§ **Work request**: Search the entries below for "unsampled", and copy each line where it appears.

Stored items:
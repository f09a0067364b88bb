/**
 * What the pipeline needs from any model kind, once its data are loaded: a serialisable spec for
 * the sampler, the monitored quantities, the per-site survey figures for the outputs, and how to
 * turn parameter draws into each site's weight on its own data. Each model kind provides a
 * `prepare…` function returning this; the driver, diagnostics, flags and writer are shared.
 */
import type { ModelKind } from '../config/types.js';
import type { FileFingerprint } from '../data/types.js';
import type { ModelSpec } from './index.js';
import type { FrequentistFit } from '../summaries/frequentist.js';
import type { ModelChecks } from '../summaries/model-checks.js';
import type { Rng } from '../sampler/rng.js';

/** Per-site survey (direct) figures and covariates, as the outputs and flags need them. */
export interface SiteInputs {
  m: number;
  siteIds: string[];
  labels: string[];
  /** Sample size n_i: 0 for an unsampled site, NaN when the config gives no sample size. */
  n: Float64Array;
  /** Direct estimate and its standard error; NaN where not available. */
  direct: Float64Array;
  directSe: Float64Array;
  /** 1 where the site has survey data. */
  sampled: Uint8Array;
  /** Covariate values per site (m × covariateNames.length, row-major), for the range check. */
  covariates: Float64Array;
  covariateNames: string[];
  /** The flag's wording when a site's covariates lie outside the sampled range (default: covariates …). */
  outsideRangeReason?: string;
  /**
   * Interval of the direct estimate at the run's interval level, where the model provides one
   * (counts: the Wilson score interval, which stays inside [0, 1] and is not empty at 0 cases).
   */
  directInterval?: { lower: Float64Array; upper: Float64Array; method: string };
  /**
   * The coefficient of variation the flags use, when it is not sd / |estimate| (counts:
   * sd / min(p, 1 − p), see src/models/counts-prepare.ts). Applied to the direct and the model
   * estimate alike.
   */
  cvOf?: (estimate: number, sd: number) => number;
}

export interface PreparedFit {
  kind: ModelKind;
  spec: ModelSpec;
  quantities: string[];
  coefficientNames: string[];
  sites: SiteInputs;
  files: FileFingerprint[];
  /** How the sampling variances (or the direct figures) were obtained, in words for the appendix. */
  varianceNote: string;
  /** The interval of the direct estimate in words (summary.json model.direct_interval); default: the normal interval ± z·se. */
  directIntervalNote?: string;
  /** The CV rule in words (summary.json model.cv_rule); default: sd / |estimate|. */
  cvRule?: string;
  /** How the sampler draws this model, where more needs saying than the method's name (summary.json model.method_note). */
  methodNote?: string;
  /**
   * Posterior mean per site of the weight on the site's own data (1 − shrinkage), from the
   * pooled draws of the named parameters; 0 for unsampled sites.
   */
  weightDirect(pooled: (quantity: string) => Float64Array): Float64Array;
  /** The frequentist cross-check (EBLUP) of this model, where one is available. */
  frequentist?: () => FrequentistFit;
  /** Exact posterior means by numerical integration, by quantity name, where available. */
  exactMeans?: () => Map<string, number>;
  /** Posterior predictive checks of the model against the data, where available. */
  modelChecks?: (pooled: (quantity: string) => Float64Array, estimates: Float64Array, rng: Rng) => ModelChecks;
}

§ **Written reply**:
  /** Sample size n_i: 0 for an unsampled site, NaN when the config gives no sample size. */
   * pooled draws of the named parameters; 0 for unsampled sites.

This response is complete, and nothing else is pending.